"""The Schwarz-Christoffel integral with compound Gauss-Jacobi quadrature.

Integrals run along straight (radial) paths that start at a prevertex, or come
in from infinity. Gauss-Jacobi rules absorb the power singularity at the
starting prevertex (or the decay at infinity); when other prevertices are
closer than the path length, the path is cut into pieces that double in length
away from the start, so that no other prevertex is nearer to a piece than its
own length (compound integration). A side between two prevertices takes one
Gauss-Jacobi rule with both end singularities when no other prevertex is closer
than its length; otherwise it is split at its midpoint and integrated from both
ends, each piece absorbing its own end singularity. Magnitudes are carried as
``mantissa * exp(log_scale)`` so that crowded prevertices cause no overflow.
"""

from dataclasses import dataclass
from functools import cached_property, lru_cache

import numpy as np
from scipy.special import roots_jacobi

#: Gauss points per quadrature piece.
NODES = 16
#: Entries of the (nodes x prevertices) work array handled per batch.
_BATCH = 400_000


@lru_cache(maxsize=None)
def _jacobi_rule(exponent):
    """Gauss-Jacobi rule on [-1, 1] for the weight (1 + x)**exponent."""
    x, w = roots_jacobi(NODES, 0.0, float(exponent))
    return x, w


@lru_cache(maxsize=None)
def _jacobi_pair(right, left):
    """Gauss-Jacobi rule on [-1, 1] for the weight (1 - x)**right (1 + x)**left."""
    return roots_jacobi(NODES, float(right), float(left))


def _upper_log(x):
    """Logarithm with ``arg`` in ``[0, pi]`` on the closed upper half-plane."""
    imag = np.where(x.imag > 0, x.imag, 0.0)
    with np.errstate(divide="ignore"):
        return np.log(np.hypot(x.real, imag)) + 1j * np.arctan2(imag, x.real)


def _to_upper(w):
    w = np.asarray(w, dtype=complex)
    return w.real + 1j * np.where(w.imag > 0, w.imag, 0.0)


def _anchored(w, anchor):
    """Split points into (offset, real anchor) arrays of one shape."""
    w = np.asarray(w, dtype=complex)
    if anchor is None:
        anchor = np.where(np.isfinite(w), 0.0, np.inf)
        return _to_upper(np.where(np.isfinite(w), w, 0.0)), anchor
    anchor = np.asarray(anchor, dtype=float)
    w, anchor = np.broadcast_arrays(w, anchor)
    return _to_upper(w), anchor.astype(float)


def _combine(m1, s1, m2, s2, sign=1.0):
    """(m1 e^s1) + sign (m2 e^s2) as (mantissa, log scale)."""
    s = np.maximum(s1, s2)
    s_safe = np.where(np.isfinite(s), s, 0.0)
    with np.errstate(invalid="ignore"):
        e1 = np.where(np.isfinite(s1), np.exp(s1 - s_safe), 0.0)
        e2 = np.where(np.isfinite(s2), np.exp(s2 - s_safe), 0.0)
    return m1 * e1 + sign * m2 * e2, s


@dataclass(frozen=True)
class SCIntegral:
    """A Schwarz-Christoffel integral with known values at its prevertices.

    ``f(w) = values[k] + constant * integral_{w_k}^{w} prod_j (t - w_j)**exponents[j] dt``
    for finite prevertices, and ``f(infinity) = value_at_infinity``.

    Attributes
    ----------
    prevertices : ndarray, shape (m,)
        Finite prevertices, strictly increasing.
    exponents : ndarray, shape (m,)
        ``alpha_j - 1`` for each finite prevertex.
    constant : complex
        The factor ``C``.
    values : ndarray of complex, shape (m,)
        ``f`` at the finite prevertices.
    value_at_infinity : complex
        ``f(infinity)``.
    """

    prevertices: np.ndarray
    exponents: np.ndarray
    constant: complex
    values: np.ndarray
    value_at_infinity: complex

    @cached_property
    def angle_at_infinity(self):
        """Interior angle / pi of the image of infinity (``-1 - sum(exponents)``)."""
        return -1.0 - float(np.sum(self.exponents))

    @cached_property
    def radius(self):
        """Largest modulus of a finite prevertex."""
        return float(np.max(np.abs(self.prevertices)))

    @cached_property
    def spacing(self):
        """Distance from each prevertex to its nearest neighbour."""
        w = self.prevertices
        gaps = np.diff(w)
        left = np.r_[np.inf, gaps]
        right = np.r_[gaps, np.inf]
        return np.minimum(left, right)

    @cached_property
    def _log_constant(self):
        return np.log(abs(self.constant)) + 1j * np.angle(self.constant)

    def derivative(self, w, anchor=None):
        """``f'(w)`` on the closed upper half-plane (vectorised).

        With ``anchor`` (real, broadcastable), the point is ``anchor + w``; an
        anchor equal to a prevertex keeps full relative accuracy of the offset.
        """
        delta, anchor = _anchored(w, anchor)
        shape = delta.shape
        diff = (anchor.ravel()[:, None] - self.prevertices[None, :]) + delta.ravel()[:, None]
        # einsum, not matmul: a BLAS call per small product costs more than the work.
        logs = np.einsum("ij,j->i", _upper_log(diff), self.exponents)
        return np.exp(logs + self._log_constant).reshape(shape)

    def forward(self, w, anchor=None):
        """``f(w)`` on the closed upper half-plane; ``inf`` maps to the vertex at infinity.

        With ``anchor`` (real, broadcastable), the point is ``anchor + w``.
        """
        delta, anchor = _anchored(w, anchor)
        shape = delta.shape
        delta, anchor = delta.ravel(), anchor.ravel()
        out = np.empty(delta.size, dtype=complex)
        at_inf = ~np.isfinite(delta) | ~np.isfinite(anchor)
        out[at_inf] = self.value_at_infinity
        fin = np.flatnonzero(~at_inf)
        point = anchor[fin] + delta[fin]
        far = np.abs(point) >= 2.0 * self.radius
        if np.any(far):
            mant, scale = self._from_infinity(_to_upper(point[far]))
            out[fin[far]] = self.value_at_infinity - mant * np.exp(scale + self._log_constant)
        near = ~far
        if np.any(near):
            rel = (anchor[fin[near]][:, None] - self.prevertices[None, :]
                   + delta[fin[near]][:, None])
            k = self._start_prevertex(rel)
            mant, scale = self._radial(k, _to_upper(rel[np.arange(k.size), k]))
            with np.errstate(invalid="ignore"):
                val = mant * np.exp(scale + self._log_constant)
            out[fin[near]] = self.values[k] + np.where(np.isfinite(scale), val, 0.0)
        return out.reshape(shape)

    def _start_prevertex(self, rel):
        """The prevertex each radial path starts from: the nearest one.

        Far from a cluster of prevertices, ``anchor - w_j + delta`` rounds to the
        same length for several of them; the first of those would start a path
        that runs along the real axis through the others. Among prevertices
        tied within rounding (all on one side of the point, since they are much
        closer to each other than to it) the one on the point's side wins.
        """
        dist = np.abs(rel)
        rows = np.arange(rel.shape[0])
        k = np.argmin(dist, axis=1)
        tied = dist <= dist[rows, k][:, None] * (1.0 + 1e-9)
        last = rel.shape[1] - 1 - np.argmax(tied[:, ::-1], axis=1)
        first = np.argmax(tied, axis=1)
        return np.where(rel[rows, k].real > 0, last, first)

    def side_integrals(self):
        """Integrals (without ``C``) along the real axis between consecutive prevertices.

        Returns
        -------
        mantissa, log_scale : ndarray, shape (m + 1,)
            Entry ``k < m - 1`` is the side ``w_k -> w_{k+1}``, entry ``m - 1`` the
            side ``w_{m-1} -> +inf`` and entry ``m`` the side ``-inf -> w_0``; the
            integral is ``mantissa * exp(log_scale)``.
        """
        w = self.prevertices
        m = w.size
        gap = np.diff(w)
        half = 0.5 * gap
        far = 2.0 * self.radius
        # A side with no other prevertex within its length takes one Gauss-Jacobi
        # rule with both end singularities; a crowded one is split at its midpoint.
        left_room = np.r_[np.inf, gap[:-1]]
        right_room = np.r_[gap[1:], np.inf]
        alone = (left_room >= gap) & (right_room >= gap)
        split = np.flatnonzero(~alone)
        k = np.r_[split, split + 1, m - 1, 0]
        offsets = np.r_[half[split], -half[split], far - w[-1], -far - w[0]].astype(complex)
        mant, scale = self._radial(k, offsets)
        ns = split.size
        inner_m = np.zeros(m - 1, dtype=complex)
        inner_s = np.zeros(m - 1)
        inner_m[split], inner_s[split] = _combine(mant[:ns], scale[:ns],
                                                  mant[ns:2 * ns], scale[ns:2 * ns], -1.0)
        whole = np.flatnonzero(alone)
        if whole.size:
            inner_m[whole], inner_s[whole] = self._whole_sides(whole)
        tail_m, tail_s = self._from_infinity(np.array([far, -far], dtype=complex))
        right_m, right_s = _combine(mant[-2], scale[-2], tail_m[0], tail_s[0])
        left_m, left_s = _combine(mant[-1], scale[-1], tail_m[1], tail_s[1])
        return (np.r_[inner_m, right_m, -left_m], np.r_[inner_s, right_s, left_s])

    def _whole_sides(self, sides):
        """Sides ``w_k -> w_{k+1}`` by one rule with weight (1-x)^b_{k+1} (1+x)^b_k."""
        w, beta = self.prevertices, self.exponents
        x = np.empty((sides.size, NODES))
        wt = np.empty((sides.size, NODES))
        for i, k in enumerate(sides):
            x[i], wt[i] = _jacobi_pair(beta[k + 1], beta[k])
        half = 0.5 * (w[sides + 1] - w[sides])
        diff = ((w[sides][:, None] - w[None, :])[:, None, :]
                + (half[:, None] * (1.0 + x))[:, :, None]).astype(complex)
        logs = _upper_log(diff)
        rows = np.arange(sides.size)[:, None]
        cols = np.arange(NODES)[None, :]
        logs[rows, cols, sides[:, None]] = 0.0
        logs[rows, cols, sides[:, None] + 1] = 1j * np.pi
        expo = (np.einsum("ijk,k->ij", logs, beta) + np.log(wt)
                + ((1.0 + beta[sides] + beta[sides + 1]) * np.log(half))[:, None])
        scale = np.max(expo.real, axis=1)
        return np.sum(np.exp(expo - scale[:, None]), axis=1), scale

    def segment(self, start, end, anchor):
        """``f(anchor + end) - f(anchor + start)`` along a straight segment.

        One Gauss-Legendre rule: only for segments whose length is at most half
        the distance from ``start`` to the nearest prevertex.
        """
        x, wt = _jacobi_rule(0.0)
        half = 0.5 * (end - start)
        base = (anchor[:, None] - self.prevertices[None, :]) + start[:, None]
        nodes = base[:, None, :] + (half[:, None] * (1.0 + x))[:, :, None]
        logs = np.einsum("ijk,k->ij", _upper_log(nodes), self.exponents)
        return half * np.einsum("ij,j->i", np.exp(logs + self._log_constant), wt)

    def _radial(self, k, delta):
        """Integral (without C) from prevertex ``k`` straight to ``w_k + delta``, batched."""
        k = np.asarray(k)
        per_point = NODES * self.prevertices.size * 8
        step = max(1, _BATCH // per_point)
        parts = [self._radial_batch(k[i:i + step], delta[i:i + step])
                 for i in range(0, k.size, step)]
        if not parts:
            return np.zeros(0, complex), np.zeros(0)
        return np.concatenate([p[0] for p in parts]), np.concatenate([p[1] for p in parts])

    def _radial_batch(self, k, delta):
        w, beta = self.prevertices, self.exponents
        start = w[k]
        length = np.abs(delta)
        mant = np.zeros(k.size, dtype=complex)
        scale = np.full(k.size, -np.inf)
        ok = np.flatnonzero(length > 0)
        if ok.size == 0:
            return mant, scale
        k, start, length = k[ok], start[ok], length[ok]
        phase = delta[ok] / length
        arg = np.arctan2(np.where(phase.imag > 0, phase.imag, 0.0), phase.real)
        first_len = np.minimum(length, self.spacing[k])
        with np.errstate(divide="ignore", invalid="ignore"):
            doublings = np.ceil(np.log2(length / first_len) - 1e-12)
        # Doubling pieces reach any double-precision ratio in < 2100 steps.
        count = 1 + np.where(doublings > 0, np.minimum(doublings, 2100), 0).astype(int)
        point = np.repeat(np.arange(ok.size), count)
        first_piece = np.r_[0, np.cumsum(count)[:-1]]
        j = np.arange(point.size) - np.repeat(first_piece, count)
        h = first_len[point]
        s1 = np.minimum(h * 2.0 ** j, length[point])
        s0 = np.where(j == 0, 0.0, h * 2.0 ** (j - 1))
        is_first = j == 0
        kk = k[point]
        x = np.empty((point.size, NODES))
        wt = np.empty((point.size, NODES))
        x[:], wt[:] = _jacobi_rule(0.0)
        for expo in np.unique(beta[kk[is_first]]):
            rows = is_first & (beta[kk] == expo)
            x[rows], wt[rows] = _jacobi_rule(expo)
        half = 0.5 * (s1 - s0)
        s = s0[:, None] + half[:, None] * (1.0 + x)
        logw = np.log(wt) + np.log(half)[:, None]
        logw[is_first] += (beta[kk[is_first]] * np.log(half[is_first]))[:, None]
        diff = (start[point][:, None, None] - w[None, None, :]
                + s[:, :, None] * phase[point][:, None, None])
        logs = _upper_log(diff)
        own = 1j * arg[point][:, None] + np.where(is_first[:, None], 0.0, np.log(s))
        rows = np.arange(point.size)[:, None]
        cols = np.arange(NODES)[None, :]
        logs[rows, cols, kk[:, None]] = own
        expo = np.einsum("ijk,k->ij", logs, beta) + logw
        flat = expo.ravel()
        offsets = first_piece * NODES
        piece_scale = np.maximum.reduceat(flat.real, offsets)
        node_point = np.repeat(point, NODES)
        terms = np.exp(flat - piece_scale[node_point])
        total = (np.bincount(node_point, terms.real, ok.size)
                 + 1j * np.bincount(node_point, terms.imag, ok.size))
        mant[ok] = total * phase
        scale[ok] = piece_scale
        return mant, scale

    def _from_infinity(self, target):
        """Integral (without C) from ``target`` out to infinity; needs |target| >= 2 R."""
        x, wt = _jacobi_rule(self.angle_at_infinity - 1.0)
        tau = 0.5 * (1.0 + x)
        diff = target[:, None, None] - tau[None, :, None] * self.prevertices[None, None, :]
        expo = (np.einsum("ijk,k->ij", _upper_log(diff), self.exponents) + np.log(wt)[None, :]
                + self.angle_at_infinity * np.log(0.5))
        scale = np.max(expo.real, axis=1)
        mant = np.sum(np.exp(expo - scale[:, None]), axis=1) * target
        return mant, scale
● ● ● ● ●
Task prompt - Write out the listing's lines exactly, from its first line through the line that contains "own length (compound", and stop there.

Solution -
"""The Schwarz-Christoffel integral with compound Gauss-Jacobi quadrature.

Integrals run along straight (radial) paths that start at a prevertex, or come
in from infinity. Gauss-Jacobi rules absorb the power singularity at the
starting prevertex (or the decay at infinity); when other prevertices are
closer than the path length, the path is cut into pieces that double in length
away from the start, so that no other prevertex is nearer to a piece than its
own length (compound integration). A side between two prevertices takes one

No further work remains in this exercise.